Melbourne. I find the question hiding in a messy frontline problem, decide what "true" means, and build the system — people, data and gates — that keeps it true.
Until August 2026 I supervised loss prevention in a large retail store. Staff were binning loose price tags, and each one was a sign of possible theft with no time or place attached. That's where most of this started: turn a hunch from the floor into a data model, a workflow people will actually use, and a decision a human still owns.

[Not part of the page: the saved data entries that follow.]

// Package mts writes and reads a keyboard's tuning as MIDI Tuning Standard
// messages (MIDI Manufacturers Association, MIDI Tuning Standard, with its
// bank/dump and scale/octave extensions CA-020 and CA-021): frequency words,
// real-time single-note tuning changes, the bulk tuning dump and the 2-byte
// scale/octave tuning, and a Standard MIDI File that sends them and selects
// the tuning on every channel.
//
// It is for getting a temperament onto a synthesizer or digital keyboard (its
// Standard MIDI File track also writes the phrases tests render with
// fluidsynth). It does not decide what the tuning is (package target does)
// and it opens no files or devices: it builds bytes, and reads them back for
// checks.
package mts
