package pitchdetect

import (
	"cmp"
	"math"
	"slices"
)

// Held is one held note found in the frame track.
type Held struct {
	Start, End   float64 // seconds: the first and last voiced frame of the note
	Hz           float64 // centre pitch (vibrato centre = mean over whole cycles if vibrato)
	Spread       float64 // cents, standard deviation over the steady part
	VibratoWidth float64 // cents, peak-to-peak; 0 if no vibrato
	VibratoRate  float64 // Hz; 0 if none
	Frames       int
	// Settled is the time of the first frame the reading weighs: past the
	// onset's window and any glide into the pitch.
	Settled float64
}

// Segmenter groups a stream of Estimates into held notes. A note starts on
// a voiced frame, continues while frames stay voiced and within JumpCents of
// the note's recent pitch, and ends after more than MaxGap unvoiced frames
// whose level has fallen (or more than MaxDropout at the note's level: the
// detector losing a frame or two to a wobble is not the player stopping), or
// on a sustained jump. Notes shorter than MinSeconds have no steady part and
// are not held notes; a quiet, attackless echo of the last note at its own
// pitch (a room's reverberation after the player stopped) is not a note. Its steady part leaves out the frames whose analysis
// window may reach past the onset or the offset: a detector voices a frame
// once part of its window holds the note, so the first and last Window
// seconds of voiced frames are set aside. Set the exported fields before
// the first Push.
type Segmenter struct {
	Hop        float64 // seconds between estimates
	Window     float64 // seconds of signal behind each estimate (Detector.Span / rate)
	JumpCents  float64 // a sustained step larger than this starts a new note
	StepCents  float64 // and so does a smaller one this large that holds (step.go); 0: none
	MaxGap     int     // unvoiced frames with a falling level bridged inside a note
	MaxDropout int     // unvoiced frames at the note's level bridged inside a note
	MinFrames  int     // shorter notes are dropped as blips
	MinSeconds float64 // and so are notes shorter than this
	OnsetBlip  float64 // seconds: a note's attack read this briefly a subharmonic low is merged into it
	// Margin, when set, is what each end of a note sets aside from its
	// steady part in place of Window, the end counted from its last frame
	// within releaseDB of its median level: for a reader whose first
	// frame lies at the onset and whose window goes on hearing a release
	// (the multi-pitch estimator's; see the voice tracker in cmd/fifthline).
	Margin float64
	// Reread, when set, reads a past frame again as a pitch, the partials
	// of two others left out (Detector.Reread): a quick slurred note is
	// read through its slurs (reread.go).
	Reread func(at, hz, under, over float64) (f, power float64, ok bool)

	frames  []Estimate
	gap     int      // unvoiced frames since the last voiced one
	dips    int      // of which with the level fallen
	level   float64  // the note's recent level, dBFS
	prev    echoRef  // the last note given out, to know its echo
	outlier Estimate // a single off-pitch frame awaiting confirmation
	from    slurFrom // the note the open one was slurred from; zero after silence
	hasOut  bool
	t, c    []float64 // scratch for summaries
	jt, jc  []float64 // scratch for judging where a note settled
	settles settles   // the open note's, once known
	lohi    []float64 // scratch for glide and released
	vib     vibrato   // the last vibrato fit, made at vibAt frames
	vibAt   int
	vibHz   float64
	nextHz  float64     // the pitch of the note slurred on to, at a finish
	span    []spanFrame // scratch for throughSlurs
	tail    []Estimate  // scratch for stepAt
}

// NewSegmenter returns a Segmenter for estimates hopSeconds apart, with
// defaults suited to the Detector's default window at 44.1 or 48 kHz.
func NewSegmenter(hopSeconds float64) *Segmenter {
	return &Segmenter{
		Hop:        hopSeconds,
		Window:     9 * hopSeconds, // the default span is 9 hops
		JumpCents:  50,
		StepCents:  stepCents,
		MaxGap:     2,
		MaxDropout: 12,
		MinFrames:  4,
		MinSeconds: 0.1,
		OnsetBlip:  0.12,
	}
}

// NewSegmenter returns a Segmenter matched to the detector's hop and span.
func (d *Detector) NewSegmenter() *Segmenter {
	s := NewSegmenter(float64(d.hop) / d.fs)
	s.Window = float64(d.span) / d.fs
	return s
}

// Push adds the next estimate and returns a note that has just ended.
func (s *Segmenter) Push(e Estimate) (Held, bool) {
	if !e.Voiced || e.Hz <= 0 {
		if len(s.frames) == 0 {
			return Held{}, false
		}
		s.gap++
		if e.Level < s.level-dropoutDB {
			s.dips++
		}
		if s.hasOut && e.Level < s.level-dropoutDB {
			// An outlier followed by silence was noise (one followed by a
			// frame missed at the note's level may be a slurred next note).
			s.hasOut = false
		}
		if s.dips > s.MaxGap || s.gap > s.MaxDropout {
			return s.finish(0)
		}
		return Held{}, false
	}
	if len(s.frames) == 0 {
		s.start(e)
		return Held{}, false
	}
	s.gap, s.dips = 0, 0
	if math.Abs(1200*math.Log2(e.Hz/s.recentHz())) <= s.JumpCents {
		s.hasOut = false
		s.add(e)
		if k := s.heldStep(); k > 0 {
			return s.stepAt(k)
		}
		return Held{}, false
	}
	if !s.hasOut || math.Abs(1200*math.Log2(e.Hz/s.outlier.Hz)) > s.JumpCents {
		s.outlier, s.hasOut = e, true // wait for a second frame
		return Held{}, false
	}
	if s.readLow(s.outlier) {
		s.add(s.outlier)
		s.add(e)
		s.hasOut = false
		return Held{}, false
	}
	// Two frames agree on a new pitch: the old note ends, a new one starts.
	first, from, began := s.outlier, s.from, s.frames[0]
	h, ok := s.slurOn(first, first.Hz)
	s.add(e)
	if first.Time-h.Start < s.OnsetBlip && subharmonic(h.Hz, first.Hz) && (!ok || from.hz == 0 || subharmonic(h.Hz, from.hz)) {
		// The attack was heard an octave or a twelfth low: it was this note
		// starting, not a note of its own. A sharp attack after silence can
		// fool the periodicity pick for a few frames, and so can a slur,
		// whose frames hold the end of the last note and the start of this
		// one: together they repeat at the period common to both (G3 for
		// G4 slurred to D5). A quick note of its own a subharmonic below
		// stays a note unless it is too short to be one.
		s.frames[0].Time = began.Time
		s.from = from
		return Held{}, false
	}
	return h, ok
}

// slurOn ends the open note where the note slurred on from it begins, at
// its frame first, and opens that note; nextHz is its pitch.
func (s *Segmenter) slurOn(first Estimate, nextHz float64) (Held, bool) {
	from := s.from
	s.nextHz = nextHz
	h, ok := s.finish(first.Time)
	s.start(first)
	s.from = from // a blip that is no note leaves the slur to the note before it
	if ok {
		s.from = slurFrom{hz: h.Hz, last: h.End} // it follows the old note without a gap
	}
	return h, ok
}

func (s *Segmenter) start(e Estimate) {
	s.from = slurFrom{}
	s.frames = append(s.frames[:0], e)
	s.level = e.Level
	s.gap, s.dips, s.hasOut = 0, 0, false
	s.vib, s.vibAt = vibrato{}, 0
}
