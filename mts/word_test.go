package mts

import (
	"math"
	"testing"
)

func cents(a, b float64) float64 { return 1200 * math.Log2(a/b) }

// The frequency word: semitone byte of equal temperament at A4 = 440 Hz, then
// 14 bits of fraction (MMA, MIDI Tuning Standard, "frequency data format").
func TestWordsNameTheStandardsFrequencies(t *testing.T) {
	for _, c := range []struct {
		b  [3]byte
		hz float64
	}{
		{[3]byte{0x00, 0x00, 0x00}, 8.1758},   // MTS: the lowest frequency, key 0
		{[3]byte{0x3C, 0x00, 0x00}, 261.6256}, // MTS: key 60, middle C in equal temperament
		{[3]byte{0x45, 0x00, 0x00}, 440},      // MTS: key 69 is A4 = 440 Hz (ISO 16)
		{[3]byte{0x44, 0x7F, 0x7F}, 439.9984}, // MTS: one step (0.0061 ¢) below 440 Hz
	} {
		w, ok := wordOf(c.b[:])
		if !ok {
			t.Fatalf("% X read as no change", c.b)
		}
		// The standard prints its frequencies to about one step.
		if got := w.Hz(); math.Abs(cents(got, c.hz)) > 100.0/Steps {
			t.Errorf("% X = %.4f Hz, the standard says %.4f", c.b, got, c.hz)
		}
		if back := FromHz(c.hz).Bytes(); back != c.b {
			t.Errorf("%.4f Hz → % X, want % X", c.hz, back, c.b)
		}
	}
	// MTS: the highest word is 7F 7F 7E, 7F 7F 7F being "no change"; the
	// standard prints its frequency as 13289.73 Hz, which rounds two steps
	// below key 128 (13289.75 Hz in equal temperament) to within 0.01 ¢.
	if MaxWord.Bytes() != [3]byte{0x7F, 0x7F, 0x7E} {
		t.Errorf("MaxWord = % X", MaxWord.Bytes())
	}
	if e := cents(MaxWord.Hz(), 13289.73); math.Abs(e) > 0.01 {
		t.Errorf("7F 7F 7E = %.4f Hz, %.4f ¢ from the standard's 13289.73 Hz", MaxWord.Hz(), e)
	}
}

// Words round to the nearest step: within half of 100/16384 ¢ everywhere in
// the range (MTS: resolution 0.0061 ¢).
func TestWordsRoundToHalfAStep(t *testing.T) {
	const halfStep = 100.0 / Steps / 2
	for hz := 8.2; hz < 13289; hz *= 1.0007 {
		w := FromHz(hz)
		if e := math.Abs(cents(w.Hz(), hz)); e > halfStep+1e-9 {
			t.Fatalf("%.4f Hz: word is %.5f ¢ off, more than half a step (%.5f ¢)", hz, e, halfStep)
		}
		for _, b := range w.Bytes() {
			if b >= 0x80 {
				t.Fatalf("%.4f Hz: byte 0x%02X is not a data byte", hz, b)
			}
		}
	}
}

// Beyond the range a frequency clamps to the nearest end; never to the
// reserved "no change" (MTS: 7F 7F 7F).
func TestWordsClampAtTheRangesEnds(t *testing.T) {
	for _, c := range []struct {
		hz      float64
		want    Word
		outside int
	}{
		{7.7, 0, -1}, {0, 0, -1}, {-3, 0, -1}, {math.NaN(), 0, -1},
		{8.1758, 0, 0}, {13289, FromHz(13289), 0},
		{13300, MaxWord, 1}, {20000, MaxWord, 1}, {math.Inf(1), MaxWord, 1},
	} {
		if got := FromHz(c.hz); got != c.want {
			t.Errorf("FromHz(%g) = % X, want % X", c.hz, got.Bytes(), c.want.Bytes())
		}
		if got := Outside(c.hz); got != c.outside {
			t.Errorf("Outside(%g) = %d, want %d", c.hz, got, c.outside)
		}
	}
}
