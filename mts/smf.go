package mts

import (
	"encoding/binary"
	"errors"
	"fmt"
)

// TicksPerSecond is the time base of the files Track writes: 480 ticks a
// quarter note at the Standard MIDI File's default tempo of 120 beats a
// minute.
const TicksPerSecond = 960

// Track builds the one track of a format-0 Standard MIDI File (MIDI
// Manufacturers Association, Standard MIDI Files 1.0). Each event is placed
// delta ticks after the one before it.
type Track struct{ data []byte }

// Channel adds a channel message (status byte first) without running status.
func (t *Track) Channel(delta int, msg ...byte) {
	t.data = appendVarLen(t.data, delta)
	t.data = append(t.data, msg...)
}

// SysEx adds a complete system exclusive message, F0 to F7; the file stores
// F0, the length of the rest, then the rest.
func (t *Track) SysEx(delta int, msg []byte) {
	t.data = appendVarLen(t.data, delta)
	t.data = append(t.data, sysexStart)
	t.data = appendVarLen(t.data, len(msg)-1)
	t.data = append(t.data, msg[1:]...)
}

// Registered parameter numbers of the tuning program and bank (MIDI 1.0,
// registered parameters 3 and 4), selected through controllers 101 and 100
// and set with data entry, controller 6.
const (
	rpnTuningProgram = 3
	rpnTuningBank    = 4
	ccDataEntry      = 6
	ccRPNLow         = 100
	ccRPNHigh        = 101
)

// SelectTuning makes every channel play tuning program of bank, then sets the
// parameter number to "none" (127, 127) so a stray data entry changes nothing.
func (t *Track) SelectTuning(delta, bank, program int) {
	for ch := 0; ch < 16; ch++ {
		t.SelectChannelTuning(delta, ch, bank, program)
		delta = 0
	}
}

// SelectChannelTuning makes one channel (0–15) play tuning program of bank,
// as SelectTuning does for all: parts of one file can each have their own.
func (t *Track) SelectChannelTuning(delta, channel, bank, program int) {
	ch := byte(channel) & 0x0F
	for _, p := range [][2]int{{rpnTuningBank, bank}, {rpnTuningProgram, program}} {
		t.Channel(delta, 0xB0|ch, ccRPNHigh, 0)
		delta = 0
		t.Channel(0, 0xB0|ch, ccRPNLow, byte(p[0]))
		t.Channel(0, 0xB0|ch, ccDataEntry, byte(p[1])&0x7F)
	}
	t.Channel(0, 0xB0|ch, ccRPNHigh, 127)
	t.Channel(0, 0xB0|ch, ccRPNLow, 127)
}

// File ends the track ringOut ticks after its last event (time for a
// release to sound) and returns the whole file.
func (t *Track) File(ringOut int) []byte {
	trk := append(appendVarLen(append([]byte(nil), t.data...), ringOut), 0xFF, 0x2F, 0x00)
	out := []byte("MThd\x00\x00\x00\x06\x00\x00\x00\x01")
	out = binary.BigEndian.AppendUint16(out, TicksPerSecond/2)
	out = append(out, "MTrk"...)
	out = binary.BigEndian.AppendUint32(out, uint32(len(trk)))
	return append(out, trk...)
}

// appendVarLen writes a variable-length quantity: seven bits a byte, most
// significant first, the top bit set on all but the last.
func appendVarLen(b []byte, v int) []byte {
	var tmp [5]byte
	i := len(tmp) - 1
	tmp[i] = byte(v & 0x7F)
	for v >>= 7; v > 0; v >>= 7 {
		i--
		tmp[i] = byte(v&0x7F) | 0x80
	}
	return append(b, tmp[i:]...)
}

// Event is one event read back from a file: its time in ticks from the start
// and its bytes (a system exclusive message from F0 to F7, or a channel
// message with its status byte).
type Event struct {
	Tick int
	Msg  []byte
}

// ReadFile reads the events of every track of a Standard MIDI File, skipping
// meta events, in file order.
func ReadFile(data []byte) ([]Event, error) {
	if len(data) < 14 || string(data[:4]) != "MThd" {
		return nil, errors.New("not a Standard MIDI File (no MThd)")
	}
	hlen := int(binary.BigEndian.Uint32(data[4:8]))
	if hlen < 6 || hlen > len(data)-8 {
		return nil, errors.New("header chunk length out of range")
	}
	var events []Event
	for rest := data[8+hlen:]; len(rest) >= 8; {
		n := binary.BigEndian.Uint32(rest[4:8])
		if uint64(n) > uint64(len(rest)-8) {
			return nil, fmt.Errorf("%q chunk runs past the end of the file", rest[:4])
		}
		if string(rest[:4]) == "MTrk" {
			evs, err := readTrack(rest[8 : 8+n])
			if err != nil {
				return nil, err
			}
			events = append(events, evs...)
		}
		rest = rest[8+n:]
	}
	return events, nil
}

var errShort = errors.New("track ends inside an event")

func readTrack(p []byte) ([]Event, error) {
	var events []Event
	tick, status := 0, byte(0)
	for len(p) > 0 {
		delta, n := varLen(p)
		if n == 0 {
			return nil, errShort
		}
		tick += delta
		p = p[n:]
		if len(p) == 0 {
			return nil, errShort
		}
		switch b := p[0]; {
		case b == 0xFF: // meta event: type, length, data
			if len(p) < 2 {
				return nil, errShort
			}
			l, n := varLen(p[2:])
			if n == 0 || l > len(p)-2-n {
				return nil, errShort
			}
			p = p[2+n+l:]
		case b == sysexStart || b == sysexEnd:
			l, n := varLen(p[1:])
			if n == 0 || l > len(p)-1-n {
				return nil, errShort
			}
			msg := append([]byte{sysexStart}, p[1+n:1+n+l]...)
			if b == sysexStart {
				events = append(events, Event{tick, msg})
			}
			p = p[1+n+l:]
		case b > sysexStart:
			return nil, fmt.Errorf("status 0x%02X has no place in a file's track", b)
		default:
			if b >= 0x80 {
				status, p = b, p[1:]
			} else if status == 0 {
				return nil, errors.New("data byte without a status byte")
			}
			size := 2
			if status>>4 == 0xC || status>>4 == 0xD {
				size = 1
			}
			if len(p) < size {
				return nil, errShort
			}
			events = append(events, Event{tick, append([]byte{status}, p[:size]...)})
			p = p[size:]
		}
	}
	return events, nil
}

// varLen reads a variable-length quantity of at most four bytes; n is 0 when
// it is cut off or too long.
func varLen(p []byte) (v, n int) {
	for n < len(p) && n < 4 {
		c := p[n]
		n++
		v = v<<7 | int(c&0x7F)
		if c < 0x80 {
			return v, n
		}
	}
	return 0, 0
}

I build by directing AI coding agents (Claude Code, Cursor, Codex). They write the code; I write the specs, the contracts they work under, the tests and gates, and I review the results. Every repo below says so.
| Repo | What it shows |
|---|---|
loose-tag-reporter |
Frontline evidence capture for a loss-prevention team: a stable location model, resend-safe offline sync, and an audited review workflow. Proof of concept. |
agent-operating-system |
How to run several AI agents on one repo: single-writer ownership, handoffs, delegation with veto and kill switch, scored critic seats, and build gates that stop claims drifting from the source of truth. |
evm-token-forensics |
Adversarial data forensics where every convenient data source can be gamed: "empty means unknown, never safe", simulation over trust, reading code instead of labels. |
preregistered-studies |
Two market-signal studies with hash-frozen hypotheses and a hold-out opened once. Both failed; both were abandoned. |
shadowbot-safety-controls |
A bounded-autonomy control plane for an automated agent: hard caps, 16 halt conditions, idempotent actions, human-signed promotion. Shadow mode only. |
sovereign-hive |
A private, Tailscale-only AI workstation with architecture decision records and an overnight builder/evaluator loop. |
tailscale-exit-node |
Infrastructure as code for a VPN exit node, with secrets kept off the command line and a real dry-run. |
hoopclaim |
A pickup-basketball app built around trust: location-verified check-ins, weighted peer ratings, unanimous results, and a 10-part security audit. |
- Find the question before the tool.
- Decide what "true" means, then make it a gate.
- Keep decisions with humans; make autonomy earn its scope.
- Write it down: rulings, handoffs and incidents become rules.
- Let the data say no — and set the threshold before looking.
- State status plainly: concept, proof of concept, live, failed.
Long term: education for South Sudan and its diaspora.